03 febrero 2009

ROMA, 1ª temporada

Un poco de historia. En la Roma republicana las clases aristocráticas sustentaban su linaje en suposiciones genéticas (la familia patricia era grande y superior por linaje) y de ascendencia divina. Así, por ejemplo, Cayo Julio César, era directo descendiente de la diosa Venus.

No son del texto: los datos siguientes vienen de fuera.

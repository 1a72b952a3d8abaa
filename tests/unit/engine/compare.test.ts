import { describe, expect, it } from 'vitest';
import { paramValuesDiffer } from '../../../shared/engine/compare.ts';
import { buildPiece, compareResults, defaultSpec, summarizeResult } from '../../../shared/engine/index.ts';

const MM_TOLERANCE = 1e-6;
const spec = defaultSpec('chest');

describe('summarizeResult', () => {
  it('gives the overall size, the pieces to cut and the checks by severity', () => {
    const s = summarizeResult(buildPiece(spec));
    expect(Math.abs(s.heightMm - 23 * 25.4)).toBeLessThan(MM_TOLERANCE);
    // 4 legs, 6 rails ×... counted from the parts: the sum of quantities.
    expect(s.partCount).toBe(buildPiece(spec).parts.reduce((n, p) => n + p.quantity, 0));
    expect(s.checkCounts.caution).toBe(1);
    expect(s.checkCounts.error).toBe(0);
  });
});

describe('compareResults', () => {
  it('lists the changed parameter and the parts that grew with it', () => {
    const a = buildPiece(spec);
    const b = buildPiece({ ...spec, params: { ...spec.params, width: (spec.params.width as number) + 38.1 } });
    const diff = compareResults(a, b);
    expect(diff.paramsChanged).toEqual([{ key: 'width', from: spec.params.width, to: (spec.params.width as number) + 38.1 }]);
    const rail = diff.partsResized.find((p) => p.id === 'front-top-rail')!;
    expect(rail.to[0] - rail.from[0]).toBeCloseTo(38.1, 6);
    expect(diff.partsResized.find((p) => p.id === 'leg')).toBeUndefined();
  });

  it('lists parts added and removed', () => {
    const a = buildPiece(spec);
    const b = buildPiece({ ...spec, params: { ...spec.params, frontStileCount: 0, sideStileCount: 1 } });
    const diff = compareResults(a, b);
    expect(diff.partsRemoved).toContain('front-back-stile');
    expect(diff.partsAdded).toContain('side-stile');
  });

  it('does not list a length that differs only by arithmetic noise', () => {
    const a = buildPiece(spec);
    // 40 in typed as 1016 mm and read back through inches can land a hair off.
    const b = buildPiece({ ...spec, params: { ...spec.params, width: (spec.params.width as number) + 1e-9 } });
    expect(compareResults(a, b).paramsChanged).toEqual([]);
  });
});

describe('paramValuesDiffer', () => {
  it('tells numbers apart only beyond a millionth of a millimetre, and other values exactly', () => {
    expect(paramValuesDiffer(1016, 1016 + 1e-9)).toBe(false);
    expect(paramValuesDiffer(1016, 1016.01)).toBe(true);
    expect(paramValuesDiffer('plywood', 'solid')).toBe(true);
    expect(paramValuesDiffer(true, true)).toBe(false);
    expect(paramValuesDiffer(undefined, 3)).toBe(true);
  });
});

Cuando en el primer (o segundo, no recuerdo ahora) capítulo de Roma (1ª temporada) alguien, burlón, le sugiere a Julio que rece a la diosa Venus, ya nos puede quedar algo clarito: Roma es una serie de escrupuloso acabado histórico, donde el cuidado en este aspecto es exquisito y excede el conocimiento general. Casi, de hecho, es su razón de ser. Con Roma, en fin, aprendes.
¿Qué le pedimos a una ficción sobre el ascenso y caída de Julio César? Pues respeto por los hechos y más aún, una inmersión en su tiempo, su sociedad, sus costumbres, sus instituciones, su economía, su ejército, su vida familiar y sexual. La vida civil y la religiosa. Y la política del momento, en todo su esplendor y detalle. Y todo eso lo encontré en Roma, serie de la cadena HBO que además no escatima en presupuesto (de hecho no pasó de su segunda temporada, pues el incendio de los tremendos decorados, toda una Roma de postín, acabó con la saga y toda posibilidad de continuarla, o eso tengo entendido).
Además Roma es una ficción donde la fotografía acentúa un componente desasosegante, donde los actores (sobre todo Ciarán Hinds en el papel del conquistador de la Galia) son más que correctos. Sumemos una tensión creciente que mejora la serie capítulo a capítulo, y la idea de imbricar las capas altas (la curia senatorial) y las grandes familias patricias con el pueblo llano a través de dos soldados cuyas vidas, casi de un modo humorístico, se enlazan más de lo lógico con la de César. Puede ser, durante bastantes capítulos, el punto más débil (por increíble) de la serie, aunque poco a poco este aspecto también logra cierta naturalidad dentro de la trama (no, desde luego, cuando uno de los llanos soldados se zumba, con el consentimiento de ella, a…¡Cleopatra!; como digo, el ardid tiene tintes de comedia, fina e irónica).
Y bien, me queda su segunda temporada, el ascenso de mi tocayo, el nacimiento del Imperio, el fin definitivo de las aspiraciones republicanas en una Roma clásica que, en el siglo XXI, sigue siendo apasionante

4 comentarios:

Anónimo dijo...

Me encanta
La vi cuando la emitieron en nosequé cadena
Tb la segunda en formato de 3 miniseries
La regalaban con el Historia del National y la sigo viendo de cando en vez

Octavio B. (señor punch) dijo...

ahora voy a dejarla descansar, pero la 2ª termina cayendo seguro.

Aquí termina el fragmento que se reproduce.